The thoughts of people in Central Scotland who are living with dementia have helped formulate two digital artworks at Forth Valley Royal Hospital – one based on clouds, the other reflecting land through which dreams flow.
The £15,000 project, a commission for an older artist, was secured by Artlink Central through the Baring Foundation’s Arts and Older People programme and has been created by Fife-based digital artist Elizabeth Ogilvie who worked with film-maker Rob Page.
Her decision to create a cloudscape in the atrium and a gentle landscape for an inpatient ward was helped with support from a local artist living with dementia. Alzheimers Scotland’s ‘Brain Gym’ in Camelon, which brings together a group of people affected by the disease, also talked about landscapes that were important to them and offered advice on camera shots and movements to help make the film as accessible as possible for people with dementia.

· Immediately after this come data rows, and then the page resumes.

package scenarios

import (
	"cmp"
	"fmt"
	"slices"
	"strings"

	"selvage/coordinator"
	"selvage/internal/report"
	"selvage/internal/survey"
	"selvage/msgs"
)

// history is the verdicts on one tie from the first on.
type history struct {
	tie     string
	from    string
	to      string
	changes []coordinator.Change
}

// histories returns those of all ties that the base has judged, in the order the ties came.
func (r *Run) histories() []history {
	all := r.Coordinator.History()
	var out []history
	for i, f := range r.Coordinator.Findings() {
		if len(all[i]) > 0 {
			out = append(out, history{f.Tie, f.From.Robot, f.To.Robot, all[i]})
		}
	}
	return out
}

// now is the present verdict.
func (h *history) now() msgs.VerdictKind { return h.changes[len(h.changes)-1].New }

// turns counts the changes of the verdict after the first; a ruling that left it as it was is none.
func (h *history) turns() (n int) {
	for i := range h.changes[1:] {
		if x := &h.changes[i+1]; x.Old != x.New {
			n++
		}
	}
	return n
}

// lost tells whether the tie was held once and is held no more.
func (h *history) lost() bool {
	return h.now() != msgs.Held && slices.ContainsFunc(h.changes, func(x coordinator.Change) bool { return x.New == msgs.Held })
}

// Changes returns every verdict on every tie, in the order of the solutions that brought them.
func (r *Run) Changes() []survey.ResultChange {
	var out []survey.ResultChange
	for _, h := range r.histories() {
		for i := range h.changes {
			x := &h.changes[i]
			c := survey.ResultChange{Tie: h.tie, StampNS: x.AtNS, Incarnation: x.Epoch.Incarnation, Epoch: x.Epoch.Number, New: wordOf(x.New), Reason: x.Reason}
			if x.Old != 0 {
				c.Old = wordOf(x.Old)
			}
			out = append(out, c)
		}
	}
	slices.SortStableFunc(out, func(a, b survey.ResultChange) int { return cmp.Compare(a.Epoch, b.Epoch) })
	return out
}

// countChanges counts the ties whose verdict changed.
func (r *Run) countChanges(out *Score) {
	for _, h := range r.histories() {
		if h.turns() > 0 {
			out.TiesChanged++
		}
		if h.lost() {
			out.TiesLost++
		}
	}
}

// story tells a history in words.
func (r *Run) story(h *history) string {
	var parts []string
	for i := range h.changes {
		x := &h.changes[i]
		word := x.New.String()
		if x.Old == x.New {
			word = "still " + word
		}
		when := fmt.Sprintf("epoch %d", x.Epoch.Number)
		if !r.OnBus { // there the clock is that of the base, not of the run
			when = clock(x.AtNS)
		}
		parts = append(parts, word+" at "+when)
	}
	const most = 6
	if n := len(parts); n > most {
		parts = slices.Concat(parts[:2], []string{fmt.Sprintf("%d more", n-most+1)}, parts[n-most+3:])
	}
	return strings.Join(parts, ", ")
}

// historyTables is empty where no verdict changed after the first.
func (r *Run) historyTables() []report.Table {
	var changed []history
	kinds := map[[2]msgs.VerdictKind]int{}
	for _, h := range r.histories() {
		if h.turns() == 0 {
			continue
		}
		changed = append(changed, h)
		for i := range h.changes[1:] {
			if x := &h.changes[i+1]; x.Old != x.New {
				kinds[[2]msgs.VerdictKind{x.Old, x.New}]++
			}
		}
	}
	if len(changed) == 0 {
		return nil
	}
	slices.SortStableFunc(changed, func(a, b history) int {
		return cmp.Or(cmp.Compare(b.weight(), a.weight()), cmp.Compare(b.turns(), a.turns()))
	})
	var words []string
	for _, k := range [][2]msgs.VerdictKind{{msgs.Held, msgs.Refused}, {msgs.Held, msgs.Open}, {msgs.Refused, msgs.Held}, {msgs.Refused, msgs.Open}, {msgs.Open, msgs.Held}, {msgs.Open, msgs.Refused}} {
		if kinds[k] > 0 {
			words = append(words, fmt.Sprintf("%d times from %s to %s", kinds[k], k[0], k[1]))
		}
	}
	t := report.Table{
		Caption: "Verdicts that changed",
		Note:    fmt.Sprintf("The verdict on %s changed after the first one, %s. Those that were held once and are no more come first.", count(len(changed), "tie"), list(words)),
		Columns: []report.Column{{Name: "tie"}, {Name: "from"}, {Name: "to"}, {Name: "verdicts"}, {Name: "reason for the last"}},
		File:    "verdict_history.csv",
	}
	const most = 60 // rows
	if n := len(changed); n > most {
		changed = changed[:most]
		t.Note = fmt.Sprintf("The first %d of %d. ", most, n) + t.Note
	}
	for i := range changed {
		h := &changed[i]
		t.Rows = append(t.Rows, []string{h.tie, h.from, h.to, r.story(h), h.changes[len(h.changes)-1].Reason})
	}
	return []report.Table{t}
}

// weight orders histories by how much a person should look at them.
func (h *history) weight() int {
	if h.lost() {
		return 1
	}
	return 0
}

// lost says which ties were held once and are no more.
func (r *Run) lost() []string {
	var out []string
	left := 0
	for _, h := range r.histories() {
		if !h.lost() {
			continue
		}
		const most = 4
		if len(out) == most {
			left++
			continue
		}
		out = append(out, fmt.Sprintf("Tie %s between %s and %s was held and is no more: %s.", h.tie, h.from, h.to, r.story(&h)))
	}
	if left > 0 {
		out = append(out, fmt.Sprintf("%s were held and are no more, see the table of verdicts that changed.", count(left, "more tie")))
	}
	return out
}
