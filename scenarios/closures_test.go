package scenarios

import (
	"context"
	"errors"
	"testing"
	"time"
)

// TestClosuresJudged gives every front end a share of false loop closures and demands that the agents refuse at least 95 % of them and at
// most 2 % of the true ones, and that the fleet joins and holds no false tie as without them. With SELVAGE_LONG=1 ten seeds a scenario (SELVAGE_SEEDS: that many),
// each run without false closures as well; otherwise one, of which it is known that all robots join.
func TestClosuresJudged(t *testing.T) {
	seeds := seedsOf(t, 1, 10)
	long := seeds > 1
	for _, name := range BuiltinNames() {
		t.Run(name, func(t *testing.T) {
			var right, wrong Verdicts
			for seed := uint64(1); seed <= seeds; seed++ {
				run := func(share float64) *Score {
					sc, err := Builtin(name)
					if err != nil {
						t.Fatal(err)
					}
					sc.FrontEnd.FalseClosures = share
					w, err := Simulate(sc, seed)
					if err != nil {
						t.Fatal(err)
					}
					began := time.Now()
					r, err := Virtual(context.Background(), w.Outing(sc, seed), Settings{})
					if err != nil {
						t.Fatal(err)
					}
					spent := time.Since(began)
					s, err := r.Score()
					if err != nil {
						t.Fatal(err)
					}
					t.Logf("seed %d, share %g: %v, gap %v, joined %d, closures true %+v false %+v, ties true %+v false %+v", seed, share, spent,
						*s.GapRelative, robotsJoined(s), *s.Closures.True, *s.Closures.False, *s.Ties.True, *s.Ties.False)
					return s
				}
				s := run(0.05)
				want := len(s.Robots)
				if long {
					want = robotsJoined(run(0))
				}
				right.sum(s.Closures.True)
				wrong.sum(s.Closures.False)
				if robotsJoined(s) != want {
					t.Errorf("seed %d: %d robots joined, %d without false closures", seed, robotsJoined(s), want)
				}
				for i := range s.Acceptance {
					if c := &s.Acceptance[i]; !c.OK {
						t.Errorf("seed %d: not accepted: %s, %v", seed, c.Rule, *c.Value)
					}
				}
			}
			if n := wrong.Held + wrong.Refused + wrong.Open; n == 0 || 100*wrong.Refused < 95*n {
				t.Errorf("of the false closures %+v: refused less than 95 %%", wrong)
			}
			if n := right.Held + right.Refused + right.Open; 100*right.Refused > 2*n {
				t.Errorf("of the true closures %+v: refused more than 2 %%", right)
			}
		})
	}
}

// TestFaultsHealDespiteFalseClosures runs fault schedules in which a fifth of many loop closures is false.
func TestFaultsHealDespiteFalseClosures(t *testing.T) {
	refused := 0
	for seed := uint64(1); seed <= 12; seed++ {
		sc := smallFleet(seed)
		sc.FrontEnd.FalseClosures, sc.FrontEnd.ClosureSpacing = 0.2, 2
		w, err := Simulate(sc, seed)
		if errors.Is(err, errCramped) {
			continue
		}
		if err != nil {
			t.Fatal(err)
		}
		o := w.Outing(sc, seed)
		o.Link = healing{NewRadio(sc, w, seed), w.EndNS}
		r, err := Virtual(context.Background(), o, Settings{})
		if err != nil {
			t.Fatal(err)
		}
		checkHealed(t, r)
		var s Score
		s.Robots = make([]RobotScore, len(r.Agents))
		r.countClosures(&s)
		if s.Closures.False.Held > 0 {
			t.Errorf("seed %d: false closures are held: %+v", seed, *s.Closures.False)
		}
		refused += s.Closures.False.Refused
	}
	if refused == 0 {
		t.Error("no false closure was there to be refused")
	}
}

func robotsJoined(s *Score) (n int) {
	for i := range s.Robots {
		if s.Robots[i].Joined {
			n++
		}
	}
	return n
}

func (v *Verdicts) sum(w *Verdicts) {
	v.Held += w.Held
	v.Refused += w.Refused
	v.Open += w.Open
	v.Unheard += w.Unheard
}
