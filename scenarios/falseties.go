package scenarios

import (
	"errors"
	"math"
	"math/rand/v2"

	"selvage/internal/lie"
)

// falseCount returns how many false things make the given share of all when there are n true ones.
func falseCount(n int, share float64) int { return int(math.Round(float64(n) * share / (1 - share))) }

// apart draws a keyframe of each of two tracks, the first the later one in time, whose true places are more than gap metres apart.
func apart(rng *rand.Rand, a, b *track, gap float64) (i, j int, ok bool) {
	for range 1000 {
		i, j = rng.IntN(len(a.pose)), rng.IntN(len(b.pose))
		if b.atNS[j] < a.atNS[i] && distance(a.pose[i].T, b.pose[j].T) > gap {
			return i, j, true
		}
	}
	return 0, 0, false
}

// anywhere draws a relative pose as a place matcher might report: near, about level, any heading.
func anywhere(rng *rand.Rand, reach float64, dimension int) lie.SE3 {
	sin, cos := math.Sincos(uniform(rng, 0, 2*math.Pi))
	d := reach * math.Sqrt(rng.Float64())
	x := lie.SE3{R: turn(2, uniform(rng, -math.Pi, math.Pi)), T: [3]float64{d * cos, d * sin, 0}}
	if dimension == 3 {
		x.T[2] = 0.2 * rng.NormFloat64()
		x.R = x.R.Mul(turn(1, 0.03*rng.NormFloat64())).Mul(turn(0, 0.03*rng.NormFloat64()))
	}
	return x
}

// errCramped is returned when false measurements are asked for and no two places are far enough apart.
var errCramped = errors.New("the tracks leave no two places far enough apart for a false tie or closure: expected a larger site, a longer outing or no false ones")

// falsify draws the false ties that make the shares asked for next to n true ones.
func falsify(sc *Scenario, s *site, tracks []*track, n int, seed uint64) (found []sighting, err error) {
	f := &sc.FalseTies
	share := f.Independent + f.Clustered
	if share == 0 {
		return nil, nil
	}
	wrong := falseCount(n, share)
	grouped := int(math.Round(float64(wrong) * f.Clustered / share))
	rng := stream(seed, "false ties/clusters")
	where := make([]*places, len(tracks))
	for r, t := range tracks {
		where[r] = newPlaces(sc.Ties.RevisitRange, t)
		for k := range t.pose {
			where[r].enter(t, r, k)
		}
	}
	for len(found) < grouped {
		size := min(f.ClusterSize, grouped-len(found))
		group := lookAlike(sc, s, tracks, where, size, rng)
		if group == nil {
			break
		}
		found = append(found, group...)
	}
	rng = stream(seed, "false ties/independent")
	for len(found) < wrong { // also what could not be had in clusters
		a, b := twoOf(rng, len(tracks))
		i, j, ok := apart(rng, tracks[a], tracks[b], minGap(sc))
		if !ok {
			a, b = b, a
			if i, j, ok = apart(rng, tracks[a], tracks[b], minGap(sc)); !ok {
				return nil, errCramped
			}
		}
		found = append(found, sighting{from: a, fromKey: i, to: b, toKey: j, pose: anywhere(rng, sc.Ties.RevisitRange, sc.Dimension())})
	}
	return found, nil
}

// minGap is the least true distance of the two ends of a false tie.
func minGap(sc *Scenario) float64 { return max(3*sc.Ties.RevisitRange, 8) }

func twoOf(rng *rand.Rand, n int) (a, b int) {
	a, b = rng.IntN(n), rng.IntN(n-1)
	if b >= a {
		b++
	}
	return a, b
}

// lookAlike draws a cluster: two robots in two places that look the same, with ties that all follow from one wrong motion of
// the one track onto the other. In a site that repeats itself the motion is a shift by whole repeats, and any place that it
// brings together may join; elsewhere the ties follow each other along the corridor. It gives up, with nil, when many draws
// have found no cluster of that size.
func lookAlike(sc *Scenario, s *site, tracks []*track, where []*places, size int, rng *rand.Rand) []sighting {
	for range 400 {
		a, b := twoOf(rng, len(tracks))
		ta, tb := tracks[a], tracks[b]
		i := rng.IntN(len(ta.pose))
		var g lie.SE3 // where the matcher believes what is seen from b, in the datum
		if s.shift > 0 {
			n := float64(1+rng.IntN(4)) * s.shift
			if rng.IntN(2) == 0 {
				n = -n
			}
			g = lie.Identity()
			g.T[0] = n
		} else {
			j := rng.IntN(len(tb.pose))
			if distance(ta.pose[i].T, tb.pose[j].T) < minGap(sc) {
				continue
			}
			z := anywhere(rng, sc.Ties.RevisitRange, sc.Dimension())
			z.R = turn(2, 0.1*rng.NormFloat64()) // a corridor is mistaken for one that runs the same way,
			if rng.IntN(2) == 0 {
				z.R = z.R.Mul(turn(2, math.Pi)) // from either end
			}
			g = ta.pose[i].Mul(z).Mul(tb.pose[j].Inv())
		}
		if group := along(sc, a, b, ta, tb, where[b], i, &g, size, s.shift > 0, rng); group != nil {
			return group
		}
	}
	return nil
}

// along collects the ties of a cluster: from keyframe i of track a onwards, at each spacing, the keyframe of track b that the
// wrong motion g puts nearest.
func along(sc *Scenario, a, b int, ta, tb *track, onB *places, i int, g *lie.SE3, size int, skip bool, rng *rand.Rand) (group []sighting) {
	f := &sc.FalseTies
	c := sc.Ties.Revisit.cov(sc.Dimension())
	gap := minGap(sc)
	if skip {
		gap = 0 // the shift is the error
	}
	back := g.Inv()
	next, missed := ta.travel[i], 0.0
	lastB := math.Inf(1)
	for k := i; k < len(ta.pose) && len(group) < size; k++ {
		if ta.travel[k] < next {
			continue
		}
		j, best := -1, sc.Ties.RevisitRange
		for _, cell := range onB.index.around(back.Apply(ta.pose[k].T)) {
			for _, id := range cell {
				q := onB.key[id]
				away := math.Abs(tb.travel[q] - lastB)
				if away < 0.5*f.ClusterSpacing || !skip && len(group) > 0 && away > 4*f.ClusterSpacing {
					continue
				}
				if d := distance(ta.pose[k].T, g.Apply(tb.pose[q].T)); d < best && distance(ta.pose[k].T, tb.pose[q].T) > gap {
					j, best = q, d
				}
			}
		}
		if j < 0 {
			// Where the site repeats itself the robots part and come together again; elsewhere the likeness ends here.
			if missed += ta.travel[k] - ta.travel[max(k-1, 0)]; !skip && missed > 2*f.ClusterSpacing || missed > 400 {
				return nil
			}
			continue
		}
		missed = 0
		next, lastB = ta.travel[k]+f.ClusterSpacing, tb.travel[j]
		wrong := g.Mul(tb.pose[j])
		t := sighting{from: a, fromKey: k, to: b, toKey: j, cluster: true}
		if t.pose = measure(rng, &ta.pose[k], &wrong, &c); tb.atNS[j] > ta.atNS[k] { // the later robot makes the tie
			t = sighting{from: b, fromKey: j, to: a, toKey: k, cluster: true, pose: measure(rng, &wrong, &ta.pose[k], &c)}
		}
		group = append(group, t)
	}
	if len(group) < size {
		return nil
	}
	return group
}
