// Package scenarios is the workshop of Selvage: sites, fleets, front ends, faults and radio that exist only as numbers drawn
// from a seed.
//
// A scenario is a YAML file ([Load], [Builtin]); FIELDS.md beside this file lists every field with its unit, default and range.
// [Simulate] turns a scenario and a seed into a [World]: a survey with its truth, the ties that are false, and for each robot
// the order and the times at which its front end delivers what it measures. [Radio] decides when a message arrives, if it does.
//
// From the site to the survey:
//
//	site       corridors as a graph of centre lines: drifts of a mine, aisles of a store, tracks in a wood
//	walk       each robot goes from goal to goal around its home, keeps to its side of the corridor, turns smoothly
//	front end  odometry with noise at each step and a heading bias, loop closures where the robot comes back;
//	           a front end that restarts begins a new session
//	ties       where robots meet and where one passes the track of another
//	false ties single ones between unrelated places, and clusters that agree with each other as look-alike places do
//
// The same scenario and seed give the same bytes on the same processor. Every part draws from a stream of its own, named after
// the part, so that a change in one leaves the draws of the others as they were.
//
// Lengths are metres, angles radians, times seconds in scenario files and nanoseconds since the start of the outing elsewhere.
package scenarios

The work was supported by Serco who installed the final projections.
Cloudgate, the digital artwork in the atrium, takes the form of a projected moving image on to a voile theatre screen which will then cast further back onto a second screen.
Artist Elizabeth Ogilvie explained: “The initial thinking for the installation in this location was inspired by my first visit to the Forth Valley Royal Hospital site with its enormous skies. And through research, experimentation and development of the concept, the final work is a more conceptual notion of the whole water cycle – ice crystals, snow, clouds, rain, mist and distribution as raindrops splash into a river and then the whole cycle starts again – a life cycle, a continuum.”
The ward based work projects three digital screens to create a triptych of slow moving landscape images that are like paintings. They play out slowly and feature someone walking across the scenes providing a connection between each work. The films operate on a loop and feature birdsong.